And we're also, today, putting all the bins we sorted through and decided to keep down in the basement so we can regain some order and begin organizing a space for school.
Nevertheless, I can't get rid of that anxious knot in my stomach brought on by the fact that I'm going to have to have my blood taken 4 times tomorrow morning after not eating (which I'm really Not good at) and worst of all, drinking 100 grams of pure sugar. As I said to the very wonderful nurse who took my blood before, "I'd rather be in labor and give birth than drink this stuff."
"Lucky for you," she said, "you don't have to choose, you get to do both."
In other words, I feel exactly as I would if I was going to the dentist, which those of you who know me is akin to being put on a rack of some kind and tortured for hours.
So, with one eye on my lou bound toddlers, and one eye vaguely on the Scriptures, I was caught up short by this, which you will recognize as the words of Paul from Romans 5.

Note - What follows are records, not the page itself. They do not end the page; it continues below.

import { Outlet } from 'react-router-dom';
import { useSession } from '../lib/session';
import { DemoLine } from './demo-line';
import { ThemeSwitch } from './theme-switch';
import { Wordmark } from './wordmark';

/** Around the pages that need no sign-in. */
export function VisitorFrame() {
  const session = useSession();
  return (
    <>
      <header>
        <div className="no-print flex min-h-14 items-center justify-between border-b border-ink px-4 sm:px-6 lg:px-8">
          <Wordmark />
          <ThemeSwitch />
        </div>
        {session?.isDemo && <DemoLine />}
      </header>
      <main id="page">
        <Outlet />
      </main>
    </>
  );
}
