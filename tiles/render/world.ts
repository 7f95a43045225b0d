import { readFileSync } from 'node:fs';
import { createRequire } from 'node:module';
import type { Feature, FeatureCollection, MultiPolygon, Polygon, Position } from 'geojson';
import { feature } from 'topojson-client';
import type { GeometryCollection, Topology } from 'topojson-specification';
import { toShape, type Shape } from './shapes';

/** Follows a ring without jumps at the antimeridian: a step over 180 degrees is taken the short way round. */
function unwrap(ring: readonly Position[]): Position[] {
  let turn = 0;
  const out = ring.map(([lon, lat], i): Position => {
    const before = ring[i - 1]?.[0];
    if (before !== undefined && lon! - before > 180) turn -= 360;
    if (before !== undefined && before - lon! > 180) turn += 360;
    return [lon! + turn, lat!];
  });
  const [first, last] = [out[0]!, out[out.length - 1]!];
  // A ring that goes once round a pole is closed along the edge of the map.
  if (Math.abs(last[0]! - first[0]!) > 180) {
    const pole = first[1]! < 0 ? -90 : 90;
    out.push([last[0]!, pole], [first[0]!, pole], [first[0]!, first[1]!]);
  }
  return out;
}

/**
 * Land of the whole Earth (Natural Earth 1:50 m, public domain), one shape for each polygon and, where it reaches
 * over the antimeridian, a copy on the other side of the map. An overview, not a survey.
 */
export function loadWorldLand(): Shape[] {
  const file = createRequire(import.meta.url).resolve('world-atlas/land-50m.json');
  const topology = JSON.parse(readFileSync(file, 'utf8')) as Topology<{ land: GeometryCollection }>;
  const land = feature(topology, topology.objects.land) as FeatureCollection<Polygon | MultiPolygon> | Feature<MultiPolygon>;
  const geometries = land.type === 'FeatureCollection' ? land.features.map((f) => f.geometry) : [land.geometry];
  const polygons = geometries.flatMap((g) => (g.type === 'Polygon' ? [g.coordinates] : g.coordinates));
  return polygons.flatMap((rings) => {
    const outer = unwrap(rings[0]!);
    const middle = (lons: Position[]) => (Math.min(...lons.map((p) => p[0]!)) + Math.max(...lons.map((p) => p[0]!))) / 2;
    const centre = middle(outer);
    // Lakes are brought to the same turn as the land round them.
    const holes = rings.slice(1).map(unwrap).map((hole) => {
      const turn = 360 * Math.round((centre - middle(hole)) / 360);
      return hole.map(([lon, lat]): Position => [lon! + turn, lat!]);
    });
    const lons = outer.map((p) => p[0]!);
    const reach = [Math.min(...lons), Math.max(...lons)];
    return [-360, 0, 360]
      .filter((turn) => reach[0]! + turn < 180 && reach[1]! + turn > -180)
      .map((turn) => toShape({ type: 'Feature', properties: { kind: 'world-land' }, geometry: { type: 'Polygon', coordinates: [outer, ...holes].map((ring) => ring.map(([lon, lat]): Position => [lon! + turn, lat!])) } }));
  });
}
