import { describe, expect, it } from 'vitest';
import { agoWords, checkedWords } from './checked-words';

const now = Date.parse('2031-05-12T20:00:00Z');

describe('when an entry was last checked', () => {
  it.each([
    ['2031-05-12', 'today'],
    ['2031-05-11', 'yesterday'],
    ['2031-04-01', '41 days ago'],
    ['2030-03-10', '14 months ago'],
    ['2028-05-01', '3 years ago'],
  ])('is said of %s as %s', (day, words) => expect(agoWords(day, now, '-08:00')).toBe(words));

  it('follows the calendar of the offset, not of UTC', () => {
    expect(agoWords('2031-05-11', Date.parse('2031-05-12T03:00:00Z'), '-08:00')).toBe('today');
  });

  it('asks for a check where it is overdue or never happened', () => {
    expect(checkedWords({ lastCheckedOn: '2030-03-10', isStale: true }, now, '-08:00')).toBe('Last checked 14 months ago: check it');
    expect(checkedWords({ lastCheckedOn: null, isStale: true }, now, '-08:00')).toBe('Never checked: check it');
  });
});
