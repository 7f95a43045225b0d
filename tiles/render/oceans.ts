import { toShape, type Shape } from './shapes';

/** Oceans lettered on the overview: name, longitude, latitude, first zoom, last zoom. */
const oceans: [text: string, lon: number, lat: number, minZoom: number, maxZoom: number][] = [
  ['South Pacific Ocean', -128, -33, 2, 4],
  ['South Pacific Ocean', -122, -41.5, 5, 6],
  ['North Pacific Ocean', -150, 28, 2, 6],
  ['North Pacific Ocean', 165, 30, 2, 6],
  ['North Atlantic Ocean', -40, 30, 2, 6],
  ['South Atlantic Ocean', -15, -28, 2, 6],
  ['Indian Ocean', 78, -22, 2, 6],
  ['Southern Ocean', 100, -61, 2, 6],
  ['Southern Ocean', -25, -60, 3, 6],
  ['Arctic Ocean', -160, 78, 2, 6],
  ['Mediterranean Sea', 18, 34.8, 4, 6],
  ['Tasman Sea', 160, -40, 3, 6],
  ['Caribbean Sea', -75, 15, 4, 6],
  ['Arabian Sea', 64, 16, 4, 6],
  ['Bay of Bengal', 88.5, 14.5, 4, 6],
  ['North Sea', 3, 56.5, 5, 6],
];

export const oceanNames = (): Shape[] =>
  oceans.map(([text, lon, lat, minZoom, maxZoom]) => toShape({ type: 'Feature', properties: { kind: 'name', text, style: 'ocean', rank: 1, minZoom, maxZoom }, geometry: { type: 'Point', coordinates: [lon, lat] } }));
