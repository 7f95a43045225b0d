import { createTransport, type Transporter } from 'nodemailer';
import type { EntityManager } from 'typeorm';
import type { Config } from '../config';
import type { Database } from '../db/database';
import { MailEntity } from '../db/entities/record.entities';
import type { JobRunner } from '../jobs/job-runner';

type Options = { config: Config; db: Database; jobs: JobRunner; now: () => Date; newId: () => string };

const JOB_KIND = 'mail';
/** Waits before each further attempt, ms. */
const BACK_OFF_MS = [10_000, 60_000, 300_000, 1_800_000, 7_200_000];

/** Mails are queued in the transaction that causes them. Without SMTP settings they stay readable in the local outbox. */
export class MailQueue {
  private readonly transport: Transporter | null;

  constructor(private readonly options: Options) {
    const { smtpUrl } = options.config;
    this.transport = smtpUrl ? createTransport(smtpUrl, { from: options.config.mailFrom }) : null;
    options.jobs.register(JOB_KIND, (job) => this.deliver(job.subjectId));
  }

  async enqueue(tx: EntityManager, mail: { to: string; subject: string; text: string }): Promise<string> {
    const id = this.options.newId();
    const state = this.transport ? 'queued' : 'local';
    await tx.insert(MailEntity, { id, ...mail, state, attempts: 0, nextAttemptAt: null, lastError: '', createdAt: this.options.now().toISOString(), sentAt: null });
    if (this.transport) await this.options.jobs.enqueue(tx, JOB_KIND, id);
    return id;
  }

  private async deliver(id: string): Promise<void> {
    const mail = await this.options.db.read.findOneBy(MailEntity, { id });
    if (!mail || mail.state === 'sent' || !this.transport) return;
    try {
      await this.transport.sendMail({ to: mail.to, subject: mail.subject, text: mail.text, messageId: `<${mail.id}@downreach>` });
      await this.options.db.write(async (tx) => {
        await tx.update(MailEntity, { id }, { state: 'sent', sentAt: this.options.now().toISOString(), attempts: mail.attempts + 1, lastError: '' });
      });
    } catch (error) {
      await this.recordFailure(id, mail.attempts + 1, error as Error & { responseCode?: number });
    }
  }

  private async recordFailure(id: string, attempts: number, error: Error & { responseCode?: number }): Promise<void> {
    const isRefused = error.responseCode !== undefined && error.responseCode >= 500;
    const wait = BACK_OFF_MS[attempts - 1];
    const retryAt = isRefused || wait === undefined ? null : new Date(this.options.now().getTime() + wait);
    await this.options.db.write(async (tx) => {
      await tx.update(MailEntity, { id }, { state: retryAt ? 'queued' : 'failed', attempts, lastError: error.message.slice(0, 500), nextAttemptAt: retryAt?.toISOString() ?? null });
      if (retryAt) await this.options.jobs.enqueue(tx, JOB_KIND, id, retryAt);
    });
  }
}
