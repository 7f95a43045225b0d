import { useQueryClient } from '@tanstack/react-query';
import { useEffect } from 'react';
import { Link, Outlet, ScrollRestoration, useLocation, useMatches, useNavigate, useNavigation } from 'react-router-dom';
import { apiPaths } from '../../shared/api-paths';
import { formatDayYear, formatOffset, formatTimeOfDay } from '../../shared/format';
import { Menu } from '../components/menu';
import { api } from '../lib/api-client';
import { useChangeEvents, useConnection } from '../lib/events';
import { sessionQuery, useDefaultOffset, useSession } from '../lib/session';
import { useNow } from '../lib/use-now';
import { DemoLine } from './demo-line';
import { PlaceLinks } from './place-links';
import { ThemeSwitch } from './theme-switch';
import { Wordmark } from './wordmark';

/** `handle: { isFullBleed: true }` on a route gives its page the whole window below the head. */
const useIsFullBleed = (): boolean => useMatches().some((match) => (match.handle as { isFullBleed?: boolean } | undefined)?.isFullBleed);

export function SignedInFrame() {
  const client = useQueryClient();
  const session = useSession();
  const isFullBleed = useIsFullBleed();
  const isBusy = useNavigation().state === 'loading';
  useChangeEvents(client, !!session?.person);
  useLeaveWhenSignedOut(session !== undefined && session.person === null);
  if (!session?.person) return null;
  return (
    <div className={isFullBleed ? 'flex h-dvh flex-col print:h-auto' : ''}>
      <a href="#page" className="absolute top-1 left-1 z-50 -translate-y-20 bg-paper px-4 py-2.5 focus:translate-y-0">
        Skip to the page
      </a>
      <header>
        <div className="no-print flex min-h-14 flex-wrap items-stretch justify-between gap-x-4 border-b border-ink bg-paper px-4 sm:px-6 lg:px-8">
          <div className="flex items-stretch gap-x-3 lg:gap-x-6">
            <Link to="/" className="flex items-center no-underline" aria-label="Downreach, to the first page">
              <Wordmark />
            </Link>
            <PlaceLinks roles={session.person.roles} />
          </div>
          <div className="flex items-center gap-1">
            <WatchClock />
            <ThemeSwitch />
            <PersonMenu name={session.person.name} />
          </div>
        </div>
        {session.isDemo && <DemoLine />}
        <ConnectionLine />
        <PrintedLine />
      </header>
      <main id="page" tabIndex={-1} className={`outline-none ${isFullBleed ? 'min-h-0 flex-1' : ''}`} aria-busy={isBusy || undefined}>
        <Outlet />
      </main>
      <ScrollRestoration />
    </div>
  );
}

function WatchClock() {
  const offset = useDefaultOffset();
  const now = useNow(1_000);
  const isOnWatch = useLocation().pathname === '/';
  if (isOnWatch) return null;
  return (
    <span className="mr-2 hidden text-lead whitespace-nowrap md:inline" title="The time where this installation stands">
      <span className="font-semibold">{formatTimeOfDay(now, offset)}</span> <span className="text-note text-ink2">{formatOffset(offset)}</span>
    </span>
  );
}

/** On paper only: a copy goes out of date, so it says when it was made. */
function PrintedLine() {
  const offset = useDefaultOffset();
  const now = useNow(30_000);
  return (
    <p className="hidden px-4 py-1 text-note print:block">
      Printed {formatDayYear(now, offset)} {formatTimeOfDay(now, offset)} {formatOffset(offset)}. This copy is not renewed.
    </p>
  );
}

function ConnectionLine() {
  const offset = useDefaultOffset();
  const { isUp, sinceMs } = useConnection();
  if (isUp) return null;
  return (
    <p role="alert" className="border-b border-attention bg-sheet px-4 py-2 font-semibold text-attention sm:px-6 lg:px-8">
      No connection to the server since {formatTimeOfDay(sinceMs, offset)}. What you see was true then; this page tries again by itself.
    </p>
  );
}

function PersonMenu({ name }: { name: string }) {
  const client = useQueryClient();
  const navigate = useNavigate();
  const signOut = async () => {
    await api.post(apiPaths.signOut);
    client.clear();
    await navigate('/sign-in');
  };
  return (
    <Menu
      label={<span className="max-w-40 truncate max-md:sr-only">{name}</span>}
      icon="person"
      kind="quiet"
      hasArrow={false}
      anchor="bottom end"
      buttonClassName="text-ink! font-normal! max-md:min-w-11"
      entries={[
        { label: 'Your account', to: '/account' },
        { label: 'Sign out', onSelect: () => void signOut() },
      ]}
    />
  );
}

/** A session that ends elsewhere ends here too; the address is kept for afterwards. */
function useLeaveWhenSignedOut(isSignedOut: boolean): void {
  const navigate = useNavigate();
  const { pathname, search } = useLocation();
  const client = useQueryClient();
  useEffect(() => {
    if (!isSignedOut) return;
    client.removeQueries({ predicate: (query) => query.queryKey[0] !== sessionQuery.queryKey[0] });
    void navigate(`/sign-in?next=${encodeURIComponent(pathname + search)}`);
  }, [isSignedOut, navigate, pathname, search, client]);
}
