import { ButtonLink } from '../components/button';
import { Page } from '../components/page';

export function NotFoundPage() {
  return (
    <Page title="There is nothing here">
      <p className="max-w-[65ch] pt-6 text-lead">The address may be mistyped, or what it named may have been taken away.</p>
      <div className="flex flex-wrap gap-3 pt-6">
        <ButtonLink to="/" kind="primary">
          Go to the first page
        </ButtonLink>
      </div>
    </Page>
  );
}
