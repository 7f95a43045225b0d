import { alongReach, distanceM, snapToReaches } from '../../../../shared/geo';
import type { LonLat } from '../../../../shared/schemas/basics';
import type { Reach } from '../../../../shared/schemas/estimate';
import type { RegisterItem, RiverData, WaterData } from '../../../../shared/schemas/registers';
import { bankWords, wordOf } from './register-words';

export type WaterItem = RegisterItem<'waters'>;
export type Channel = { reachId: string; chainageKm: number | null; bank: string };
type Bounds = [LonLat, LonLat];

export const isRiverData = (data: WaterData): data is RiverData => data.kind === 'river';
const noReaches: Reach[] = [];
export const reachesOf = (water: WaterItem | undefined): Reach[] => (water && isRiverData(water.data) ? water.data.reaches : noReaches);

const noArea: LonLat[][] = [];
export const areaOf = (water: WaterItem | undefined): LonLat[][] => (water && !isRiverData(water.data) ? water.data.area : noArea);

/** "OL km 42.0, right bank". */
export function channelText(channel: Channel, reaches: readonly Pick<Reach, 'id' | 'chainagePrefix'>[]): string {
  const prefix = reaches.find(({ id }) => id === channel.reachId)?.chainagePrefix;
  return `${prefix && prefix !== 'km' ? `${prefix} ` : ''}km ${channel.chainageKm === null ? '?' : channel.chainageKm.toFixed(1)}, ${wordOf(bankWords, channel.bank)}`;
}

/** "OL km 42.0, right bank, River Ollemar", or the name of the open water. */
export function placeText(place: { waterId: string; channel: Channel | null }, waters: readonly WaterItem[]): string {
  const water = waters.find(({ id }) => id === place.waterId);
  const name = water?.name ?? place.waterId;
  return place.channel ? `${channelText(place.channel, reachesOf(water))}, ${name}` : name;
}

/** What a click on the map means for an entry on a river: the nearest chainage and its bank. */
export function snapped(position: LonLat, reaches: readonly Reach[]): { channel: Channel; offM: number } | null {
  const snap = snapToReaches(position, reaches);
  return snap && { channel: { reachId: snap.reachId, chainageKm: Math.round(snap.chainageKm * 100) / 100, bank: snap.bank }, offM: snap.distanceM };
}

/** A position on the centreline, to the metre. */
export const positionAt = (reach: Reach, chainageKm: number): LonLat => rounded(alongReach(reach, chainageKm).position);
export const rounded = ([lon, lat]: LonLat): LonLat => [Number(lon.toFixed(5)), Number(lat.toFixed(5))];

export const isPosition = (value: unknown): value is LonLat => Array.isArray(value) && value.length === 2 && value.every((part) => typeof part === 'number' && Number.isFinite(part));

export const isDrawable = (line: unknown): boolean => Array.isArray(line) && line.length > 1 && line.every((vertex) => Array.isArray(vertex) && vertex.every((part) => typeof part === 'number' && Number.isFinite(part)));

export function boundsOf(positions: readonly (readonly number[])[]): Bounds | null {
  if (positions.length === 0) return null;
  const lons = positions.map(([lon]) => lon!);
  const lats = positions.map(([, lat]) => lat!);
  return [[Math.min(...lons), Math.min(...lats)], [Math.max(...lons), Math.max(...lats)]];
}

/** A view wide enough to recognise the place by. */
export const around = ([lon, lat]: LonLat, halfDeg = 0.02): Bounds => [[lon - halfDeg * 1.4, lat - halfDeg], [lon + halfDeg * 1.4, lat + halfDeg]];

/** Length of a drawn line beside the length its chainages say, km. */
export function lengthsOf(line: readonly (readonly [number, number, number])[]): { drawnKm: number; chainageKm: number } {
  const drawnM = line.reduce((sum, vertex, i) => (i === 0 ? 0 : sum + distanceM([line[i - 1]![0], line[i - 1]![1]], [vertex[0], vertex[1]])), 0);
  return { drawnKm: drawnM / 1_000, chainageKm: (line[0]?.[2] ?? 0) - (line.at(-1)?.[2] ?? 0) };
}
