# What `import armeval` gives; each name is imported when it is first used.

from ._version import __version__
from .errors import Finding, InputError, InputWarning
from .evaluate.budget import Budget, budget
from .evaluate.cog_report import CogReport, cog_report
from .evaluate.compare import Comparison, compare
from .evaluate.feel import Feel, feel
from .evaluate.feeling.workspace import WorkspaceMap, workspace_map
from .evaluate.locate import Location, locate
from .evaluate.locate_trial import locate_trial
from .evaluate.measure import Measurement, measure
from .evaluate.plan import plan, plan_trial
from .evaluate.predict import Prediction, predict
from .evaluate.replaying.ensemble import Ensemble, ensemble
from .evaluate.replaying.quasistatic import quasistatic
from .evaluate.replaying.replay import Replay, replay
from .evaluate.replaying.sticking_ratio import StickingRatio, sticking_ratio
from .files.arm_file import read_arm
from .files.arm_writer import write_arm
from .files.check import CheckResult, check
from .files.cog_map_file import read_cog_map, write_cog_map
from .files.demo import write_demo
from .files.joint_logs.log_file import read_joint_log, write_joint_log
from .files.new_trial import new_trial, robot_folder, robot_names
from .files.path_file import read_path, write_path
from .files.thresholds_file import read_thresholds
from .files.trial_file import read_trial
from .files.trial_writer import write_trial
from .model.arm import Arm
from .model.cogmap import CogMap
from .model.hand import Hand
from .model.joint_log import JointLog
from .model.planned_path import PlannedPath
from .model.spreads import Spreads
from .model.thresholds import Thresholds
from .model.trajectory import Trajectory
from .model.trial import Compensation, Run, StickingRule, Trial
from .report import write_report

__all__ = [
    "Arm",
    "Budget",
    "CheckResult",
    "CogMap",
    "CogReport",
    "Comparison",
    "Compensation",
    "Ensemble",
    "Feel",
    "Finding",
    "Hand",
    "InputError",
    "InputWarning",
    "JointLog",
    "Location",
    "Measurement",
    "PlannedPath",
    "Prediction",
    "Replay",
    "Run",
    "Spreads",
    "StickingRatio",
    "StickingRule",
    "Thresholds",
    "Trajectory",
    "Trial",
    "WorkspaceMap",
    "__version__",
    "budget",
    "check",
    "cog_report",
    "compare",
    "ensemble",
    "feel",
    "locate",
    "locate_trial",
    "measure",
    "new_trial",
    "plan",
    "plan_trial",
    "predict",
    "quasistatic",
    "read_arm",
    "read_cog_map",
    "read_joint_log",
    "read_path",
    "read_thresholds",
    "read_trial",
    "replay",
    "robot_folder",
    "robot_names",
    "sticking_ratio",
    "workspace_map",
    "write_arm",
    "write_cog_map",
    "write_demo",
    "write_joint_log",
    "write_path",
    "write_report",
    "write_trial",
]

Therefore, since we have been justified by faith, we have peace with God through our Lord Jesus Christ. Through him we have also obtained access by faith into this grace in which we stand, and we rejoice in hope of the glory of God. More than that, we rejoice in our sufferings, knowing that suffering produces endurance, and endurance produces character, and character produces hope, and hope does not put us to shame, because God's love i has been poured into our hearts through the Holy Spirit who has been given to us.I have a little note in my margin that says "not inner peace. Rather, the war of rebellion is over." But, it also is a little bit of inner peace, or, as Mrs. Elton might say, 'Inner Resources". In other words, regardless of whatever my anxious innards may being saying, I feel spiritually prepared to cope with the suffering at hand, to endure it, as it were, because God's love has been poured into my heart by the Holy Spirit.
Roughly a year ago, when I was anxiously planning my homeschool year and wondering to anyone who would listen "How am I going to do this?" and "Do I have to use Saxon Math?", a wise veteran angel of holiness, homeschooling, and self control said, "Its a matter of grace." I stared at her in uncomprehending blankness. Grace? Really" That's what makes it possible? Not planning or really good curriculum, or my natural brilliantness as a mother and teacher?
But she's perfectly right. "Through him we have obtained access by faith into This Grace in which we Stand." For those who are justified by faith, God stands us in his grace. He gives us the desire and ability to do many things, like homeschooling. He walks us through the anxiety of our frail bodies. He stands us in his grace so that our suffering produces endurance which produces character which produces hope.
And so, ultimately, we are able to peacefully rejoice. And now I see that one of these baby toddlers needs to be returned to the lou.